一双微微上扬的桃花眼却将人从画中堕下,直堕入人间烟火中。
案前放着啃旧的蒸饼。
易欢手中折扇敲敲窗柩,“不肯跟着太子哥哥,倒是来漱玉馆啃蒸饼?”
易欢相貌生的端凝漂亮。
面上带着笑意,嘴上带着勾子。
温姝平心静气地看着他,“易公子,温姝不觉得啃蒸饼有什么丢脸。”
易欢啧啧道,“穷鬼出身,果真带着一身寒酸气,爬男人的床,勾男人的魂倒是有几分本事。”

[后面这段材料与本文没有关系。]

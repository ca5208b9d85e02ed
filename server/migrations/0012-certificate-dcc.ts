import { DataTypes, type QueryInterface } from 'sequelize'
import { dialectOf } from './lib'

/**
 * The digital calibration certificate (DCC XML) of each certificate revision, stored by its
 * SHA-256 beside the PDF: `dccSha256` and `dccSize`. Certificates issued before this change have
 * none until their DCC is first asked for; it is then built from what they state and stored once.
 * Like the PDF's, the DCC's hash never changes once set — a trigger `certificates_dcc_fixed` on
 * both engines refuses any change of a DCC hash or size once the hash is set, and a size without a
 * hash (or the reverse). On SQLite the trigger `certificates_fixed` (migration 0004), which freezes
 * a superseded or withdrawn revision entirely, is rewritten to allow on such a revision exactly one
 * change: filling in the DCC it lacked, leaving every status column as it was.
 */
const STATUS = ['status', 'supersededById', 'supersededAt', 'withdrawnAt', 'withdrawnBy', 'withdrawalReason']

/** The clause of 0004's trigger that freezes a revision once it is no longer valid. */
const NOT_VALID = "OLD.status <> 'valid' OR"
const same = (c: string) => `NEW."${c}" IS OLD."${c}"`
/** …except for the one change that fills in a missing DCC and leaves the status columns as they were. */
const NOT_VALID_EXCEPT_DCC_FILL = `(OLD.status <> 'valid' AND NOT (OLD."dccSha256" IS NULL AND NEW."dccSha256" IS NOT NULL AND ${STATUS.map(same).join(' AND ')})) OR`

const DCC_MESSAGE = 'the DCC of an issued certificate cannot change once stored'

/** The DCC columns' rule, as an SQL condition that is true for a refused change. */
const dccRefused = `(OLD."dccSha256" IS NOT NULL AND (NEW."dccSha256" IS DISTINCT FROM OLD."dccSha256" OR NEW."dccSize" IS DISTINCT FROM OLD."dccSize"))
      OR ((NEW."dccSha256" IS NULL) <> (NEW."dccSize" IS NULL))`

export async function up({ context: qi }: { context: QueryInterface }): Promise<void> {
  await qi.addColumn('certificates', 'dccSha256', { type: DataTypes.STRING(64), allowNull: true })
  await qi.addColumn('certificates', 'dccSize', { type: DataTypes.INTEGER, allowNull: true })
  const q = (sql: string) => qi.sequelize.query(sql)
  if (dialectOf(qi) === 'sqlite') {
    // 0004's trigger, with its freeze of non-valid revisions relaxed for the DCC fill only; read
    // back from the schema so that every column it lists (now or added since) stays listed.
    const sql = await fixedTriggerSql(qi)
    if (!sql.includes(NOT_VALID)) throw new Error('0012 expects the trigger certificates_fixed of migration 0004')
    await q('DROP TRIGGER certificates_fixed')
    await q(sql.replace(NOT_VALID, NOT_VALID_EXCEPT_DCC_FILL))
    await q(`CREATE TRIGGER certificates_dcc_fixed BEFORE UPDATE ON certificates
    WHEN ${dccRefused.replace(/IS DISTINCT FROM/g, 'IS NOT')}
    BEGIN SELECT RAISE(ABORT, '${DCC_MESSAGE}'); END`)
    return
  }
  await q(`CREATE OR REPLACE FUNCTION certificates_dcc_fixed() RETURNS trigger AS $$
    BEGIN
      IF ${dccRefused} THEN
        RAISE EXCEPTION '${DCC_MESSAGE}';
      END IF;
      RETURN NEW;
    END $$ LANGUAGE plpgsql`)
  await q(`CREATE TRIGGER certificates_dcc_fixed BEFORE UPDATE ON certificates FOR EACH ROW EXECUTE FUNCTION certificates_dcc_fixed()`)
}

async function fixedTriggerSql(qi: QueryInterface): Promise<string> {
  const [rows] = await qi.sequelize.query("SELECT sql FROM sqlite_master WHERE type = 'trigger' AND name = 'certificates_fixed'") as [{ sql: string }[], unknown]
  if (!rows[0]) throw new Error('no trigger certificates_fixed')
  return rows[0].sql
}

export async function down({ context: qi }: { context: QueryInterface }): Promise<void> {
  const q = (sql: string) => qi.sequelize.query(sql)
  if (dialectOf(qi) === 'sqlite') {
    await q('DROP TRIGGER IF EXISTS certificates_dcc_fixed')
    const sql = await fixedTriggerSql(qi)
    await q('DROP TRIGGER certificates_fixed')
    await q(sql.replace(NOT_VALID_EXCEPT_DCC_FILL, NOT_VALID))
  }
  else {
    await q('DROP TRIGGER IF EXISTS certificates_dcc_fixed ON certificates')
    await q('DROP FUNCTION IF EXISTS certificates_dcc_fixed()')
  }
  // ALTER TABLE … DROP COLUMN (SQLite 3.35+), which keeps the table's other triggers.
  await q('ALTER TABLE certificates DROP COLUMN "dccSize"')
  await q('ALTER TABLE certificates DROP COLUMN "dccSha256"')
}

温姝盯着易欢冷笑,“我今日不与你们多言,咱们考场上见真章。”
陈司礼嚣张道,“你这样的出身,即便高中又能如何?我们陈家依旧一根指头便能将你粉碎。”
温姝闭目,“二位慢走不送。”
易欢笑着打开手中的折扇。
陈司礼心中只觉得这温姝生性冷硬不解风情,实是浪费一身皮相。
这二人讨了个无悻悻离去,却没有看到身后的温姝手在袖中已握成拳,书页已皱作一团。
大晋的王孙贵族若都是这样的德行,这样的王朝哪里还有未来。
幸好还有陛下以及陈昭将军这样的人。
温姝忍下心中愤懑之情,伸手细细抚平书页,书页中的黑白文字映入眼帘。
俱怀逸兴壮思飞,欲上青天揽明月。
窗柩外的栏杆一侧,红色的芍药花正绽开。
凤止楼是京城最大的销魂窝。
凤止楼不但有美貌的女人,还有美貌的男人。
来往于此的人上至天潢贵胄,下至三教九流。
这一日凤止楼来了两位少年公子,前者生的矜贵秀气,面带笑容,后者高大英武,一身匪气。
正是易欢与陈司礼二人。
这二人揽着招呼的姑娘往楼上的雅行去,显然已是此地的常客。
楼上的雅中易钊祁康顾绪几人皆在,说是要替太子爷接风洗尘。
祁睿军营历练数月,将被调出,昨日已与陛下述职完毕。
朱红门外端正守着的男人正是太子身边近侍章北。
此时章北一身布衣,拱手向他二人行礼。
陈司礼遂小声问道,“太子爷心情如何?”
章北回道,“回二位小爷,昨日与陛下述职,陛下并不满意。”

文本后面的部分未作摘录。